I suppose it is ultimately up to your hubby whether or not this counts as cheating.

Personally I dont see anything wrong with it. Its normal to develop crushes and fantasize about other potential mates. as long as they stay crushes and you dont act on them.


----------



## DanF (Sep 27, 2010)

I don't think that you can control who you are attracted to at any given time. I feel what I suppose could be "mini crushes" for women from time to time.
What is important is what you do with those feelings.
If there is any question about your flirting, ask yourself this; Would I do or say these things if my husband was standing right next to me?
If the answer is "no" then you are crossing the line.


----------



## SunnyT (Jun 22, 2011)

I think it's perfectly normal. As long as you don't convey anything to the "crush".... then it doesn't matter. Men look at women all the time, they fantasize just as we do. Fantasy is fantasy....


----------



## ChubbieOwl (Nov 19, 2011)

I look at it this way: I may enjoy laughing or talking to these guys at work, but I don't really know what they are like outside of work, so I can't picture myself trying to create a relationship with them. It's mostly just sexual fantasy. 
The guy that I currently have a little crush on (and the reason I started this thread) reminds me so much of my husband's personality - same sense of humor, same family values, we both have one daughter and they are less than 2 years apart in age, so we have a lot of family stuff in common, which I guess is what makes him seem attractive to me.


----------



## SimplyAmorous (Nov 25, 2009)

I would say what you describe is harmless. To be honest, I have had little crushes on some of our male friends over the years, one even lived with us a short time. These were very small, I mean, they made me laugh hysterically, or some were just plain handsome, funny thing is, I never even hid these things from my husband at all ! He wasn't worried, he knows how faithful I am - just honest in addition , these were no threats to him at all. I didn't really go on having sexual fantasies but entertained what it might be like to be married to them , stuff like that.

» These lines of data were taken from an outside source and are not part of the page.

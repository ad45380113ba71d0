package io.geotick.cli.coord;

import static io.geotick.cli.coord.CoordCommandTest.coord;
import static io.geotick.cli.coord.CoordCommandTest.fieldNames;
import static io.geotick.cli.coord.CoordCommandTest.json;
import static io.geotick.cli.coord.CoordCommandTest.textFields;
import static org.assertj.core.api.Assertions.assertThat;
import static org.assertj.core.api.Assertions.within;

import com.fasterxml.jackson.databind.JsonNode;
import io.geotick.cli.CliRun;
import io.geotick.transforms.Epoch;
import io.geotick.transforms.chain.ConversionChain;
import io.geotick.transforms.chain.CoordinateSystem;
import io.geotick.transforms.frames.StandardFrames;
import java.io.IOException;
import java.nio.file.Files;
import java.nio.file.Path;
import java.util.ArrayList;
import java.util.List;
import java.util.Map;
import java.util.stream.Stream;
import org.junit.jupiter.api.Test;
import org.junit.jupiter.api.io.TempDir;
import org.junit.jupiter.params.ParameterizedTest;
import org.junit.jupiter.params.provider.Arguments;
import org.junit.jupiter.params.provider.MethodSource;
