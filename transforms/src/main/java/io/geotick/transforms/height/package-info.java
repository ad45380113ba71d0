/**
 * Heights: geoid-undulation grids in the International Service for the Geoid's ISG text format (v2.0),
 * bilinear and bicubic interpolation, ellipsoidal ↔ orthometric heights (h = H + N). No geoid model is
 * shipped.
 */
package io.geotick.transforms.height;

Today we really :rofl: about the one crush I had, this guy friend helped my husband built his project truck when we were 1st married, he was a hottie..today he is missing teeth, has a beer belly, alcoholic tendencies, his house is a wreck, constantly changing jobs - hell of a guy with mechancics but other than that. 

Comparing my hubby to him NOW -Oh my - My husband is the Bomb!

Attraction to the opposite sex does not stop just cause one gets married, for the people who say this, I question if they are being REAL honestly. It is what we do with it -after all.


----------



## sadcalifornian (Sep 18, 2011)

As long as you do not take it to the next level, no harms done. However, you must recognize you may have a poor boundary. If you find yourself attracted to any one of opposite gender, your first instinctive reaction should be to wall up your emotion and try distancing a bit. This would be the healthy reaction. 

The only reason you haven't crossed the boundary is that any of those men you have crush on so far has not made any blatant pass at you. With the state of mindset you have, you would be a very easy target to someone with full intention of knocking you down.


----------



## Jellybeans (Mar 8, 2011)

You're married. Not dead.
It's normal (and human) to find others attractive. 
Acting on it, however, is where you cross the line.
So maintain your boundaries and don't say/do anything you wouldn't in front of your husband.


----------



## OliveAdventure (Nov 23, 2011)

ChubbieOwl said:


> I have been with my husband for 9 years now and married 4 of those 9. I knew very quickly that I loved him and wanted to marry him. I am very happy with him and our relationship and our sex life. I love him as much today as the day we got married (well probably more now that we have a child together.)
> I'm not here to brag though, I have one concern: Sometimes I develop "crushes" on other men. I work 50+ hours a week managing a retail store and I am constantly around a lot of men and I am the only female manager on our staff, so I am usually "one of the guys."
> Naturally, working around people for long times, I start to get to know them and develop friendships with them. Then, every now and then I start to feel a little more than friendship.
> I will look forward to working with that person, I will sometimes think of them outside of work, or even sometimes fantasize about them. (And by "them", I don't mean a bunch of men at one time LOL, I mean this has happened to me a couple times over the years.)
> ...


My opnion - As long as the person you are crushing on never finds out and you don't act on it, I think it would be harmless. 

TBH - I would believe the playful flirting would be borderline EA... How would you feel if he was playfully flirting with other women? 

Just my 2 cents


----------



## Jellybeans (Mar 8, 2011)

^ Good advice


----------